Findings of hierarchical clustering and principal component analyses were in accordance both within and between matrices, highlighting the isolation of the high-fibre biotype from the commercial hybrids (Fig. 3), likely due to their differential genetic backgrounds (García et al. 2021; Kane et al. 2021). Interestingly, NA 78–724 and NA 56 − 30, the two Argentinean hybrids genetically developed under the same sugarcane breeding program did not share a same cluster in any of the matrices analysed. Furthermore, NA 56 − 30 and HOCP 95–665 showed the nearest genetic distance in No-150 (Fig. 3b) among the samples assayed, in agreement with genetic similarities based on coefficient of parentage estimations (Acevedo et al. 2017).
To shed more light on the effect of the SNPs retained on genes, transcripts, protein sequences, and regulatory regions on the five sugarcane genotypes assayed, the variant effect predictor (VEP) was used. Overall, similar proportions of SNPs were assigned to the same functional consequences in both matrices (Fig. 4a, c). This further shows that independently of the differential number of SNPs detected in each platform, similar variant proportions were allocated to the very same consequence terms. Among the SNPs discovered, missense variants (6.4–5.4%, Fig. 4b, d) responsible for the change of one base resulting in a different amino acid sequence where the protein length is preserved, emerged as interesting variants to consider for further analysis. Some SNPs identified in the coding region, such as splice region variants (0.5% − 0.7%), refer to a change either within 1–3 bases of the exon or 3–8 bases of the intron, indicating that they have low impact for they are unlikely to change protein behaviour, even though they still represent a variation in DNA sequences. Similar considerations may be considered for synonymous variants (6.3% − 4.7%) as they are supposed to have no change to the encoded amino acid. More than half of the variants detected landed within regulatory regions, suggesting that they might alter the biological functionality of the gene (Fig. 4a, c). Finally, in non-coding variants or variants affecting non-coding genes, impact is difficult to predict or there is no evidence of impact at all.
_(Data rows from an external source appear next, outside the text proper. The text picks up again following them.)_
import { dirname, relative, resolve } from "node:path";
import type { Engine, OpenStudy, RecognisedFile, RecordOverview } from "../../core/contract/engine";
import type { CallOptions } from "../../core/contract/job";
import { faultData, isUserFault } from "../../core/model/errors";
import { blendedRows } from "../../core/ocean/equator";
import { cautionsFor } from "../../core/study/cautions";
import { geometryOf } from "../../core/study/geometry";
import { readStudy } from "../../core/study/read";
import type { Study } from "../../core/study/schema";
import { describeFile } from "../readers/describe";
import { writeFileWhole } from "../writers/atomic-file";
import { eddyTestResult } from "./eddy-test";
import { jetsResult } from "./jets";
import { Job } from "./job";
import { latitudesResult } from "./latitudes";
import { openStudy } from "./open-study";
import { runStudy } from "./run/run-study";
import { scalesResult } from "./scales";
import { sourceFiles } from "./source-files";
import { spectrumResult } from "./spectrum";
import { suppliedVelocity } from "./supplied-velocity";
import { Workspace } from "./workspace";

/** The engine: everything Strake computes, behind the contract. One record is kept in memory at a time. */
export function createEngine(options: { readonly workers?: number } = {}): Engine & { close(): Promise<void> } {
  // Started with the first call that computes: describing a file needs no threads.
  let started: Workspace | null = null;
  const workspace = () => {
    started ??= new Workspace(options.workers);
    return started;
  };

  async function withJob<T>(call: CallOptions | undefined, work: (job: Job) => Promise<T>): Promise<T> {
    const job = new Job(call);
    try {
      return await work(job);
    } finally {
      job.close();
    }
  }

  return {
    open: ({ paths }) => openStudy(paths),
    describe: ({ paths }, call) => withJob(call, (job) => recognise(paths, job)),
    check: async ({ study }) => readStudy(study, "study"),
    load: ({ open, grid }, call) =>
      withJob(call, async (job) => {
        const { record, coverage, bytes, index } = await workspace().record(open, grid, job);
        return {
          latitude: record.axes.latitude,
          longitude: record.axes.longitude,
          time: record.time,
          hasData: record.hasData.slice(),
          coverage,
          ocean: record.ocean.slice(),
          timeDeviationDays: index.timeDeviationDays,
          blendedRows: blendedRows(geometryOf(record.axes, open.study.geostrophy)),
          cautions: cautionsFor(open.study, record),
          bytes,
        } satisfies RecordOverview;
      }),
    latitudes: (request, call) => withJob(call, (job) => latitudesResult(workspace(), request, job)),
    spectrum: ({ open, grid, quantity }, call) =>
      withJob(call, (job) => spectrumResult(workspace(), open, grid, quantity, job)),
    velocities: ({ open, grid }, call) => withJob(call, (job) => suppliedVelocity(workspace(), open, grid, job)),
    jets: ({ open, grid }, call) => withJob(call, (job) => jetsResult(workspace(), open, grid, job)),
    eddyTest: ({ open, grid }, call) => withJob(call, (job) => eddyTestResult(workspace(), open, grid, job)),
    scales: (request, call) => withJob(call, (job) => scalesResult(workspace(), request, job)),
    run: (request, call) => withJob(call, (job) => runStudy(workspace(), request, job)),
    save: async ({ open, path }) => {
      await writeFileWhole(path, `${JSON.stringify(studyFrom(open, dirname(path)), null, 2)}\n`);
      return { path };
    },
    close: async () => started?.close(),
  };
}

/** The study with its files named from another folder. */
function studyFrom({ study, folder }: OpenStudy, target: string): Study {
  const moved = <T extends { readonly files: string[] }>(source: T): T => ({
    ...source,
    files: source.files.map((file) => relative(target, resolve(folder, file)).replaceAll("\\", "/")),
  });
  const { deformation } = study.scales;
  const table =
    typeof deformation === "object" && "file" in deformation
      ? { file: moved({ files: [deformation.file] }).files[0] }
      : deformation;
  const scales = { ...study.scales, deformation: table };
  return { ...study, grids: study.grids.map(moved), tracks: study.tracks.map(moved), scales };
}

async function recognise(paths: readonly string[], job: Job): Promise<RecognisedFile[]> {
  const found: RecognisedFile[] = [];
  for (const [i, pattern] of paths.entries()) {
    let path = pattern;
    try {
      for (const file of await sourceFiles([pattern], dirname(pattern), "file")) {
        path = file;
        job.throwIfCancelled();
        job.report({ step: "Reading headers", done: i, total: paths.length });
        found.push({ path, report: await describeFile(path) });
      }
    } catch (error) {
      if (!isUserFault(error) || error.tag === "cancelled") throw error;
      found.push({ path, refused: faultData(error) });
    }
  }
  return found;
}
Recently, a new genome assembly from the sugarcane hybrid CC 01-1940 has been published using NGS technologies (PacBio, Illumina Short Reads and HI-C Reads) (Trujillo-Montenegro et al. 2021). Our preliminary analysis using this brand-new reference genome showed that the overall alignment increased the mapping rate from ~ 54% to ~ 85% in Ne-70, demonstrating that the hybrid CC 01-1940 is genetically closer to our hybrids than the cultivar R570 (Garsmeur et al. 2018). Furthermore, the largest (chromosome 1) and smallest (chromosomes 5 and 8) sizes of chromosomes coincide in Trujillo-Montenegro et al. (2021) and in this investigation. Analyses of commercial and high-fibre sugarcane hybrids using the genome assembly of the hybrid CC 01-1940 as reference, are in progress (Manuscript in preparation). This underscores the fact that the pipeline considered in this study can be used regardless of any newer genome sequence version that might be released in the future. Furthermore, it is a good tool for detecting novel SNPs and, if compared to SNP array technology, it can be applied without previous knowledge on polymorphisms. Even more, this protocol can be applied specifically to the sugarcane population of the breeding program being assessed to discover molecular markers associated with agricultural features.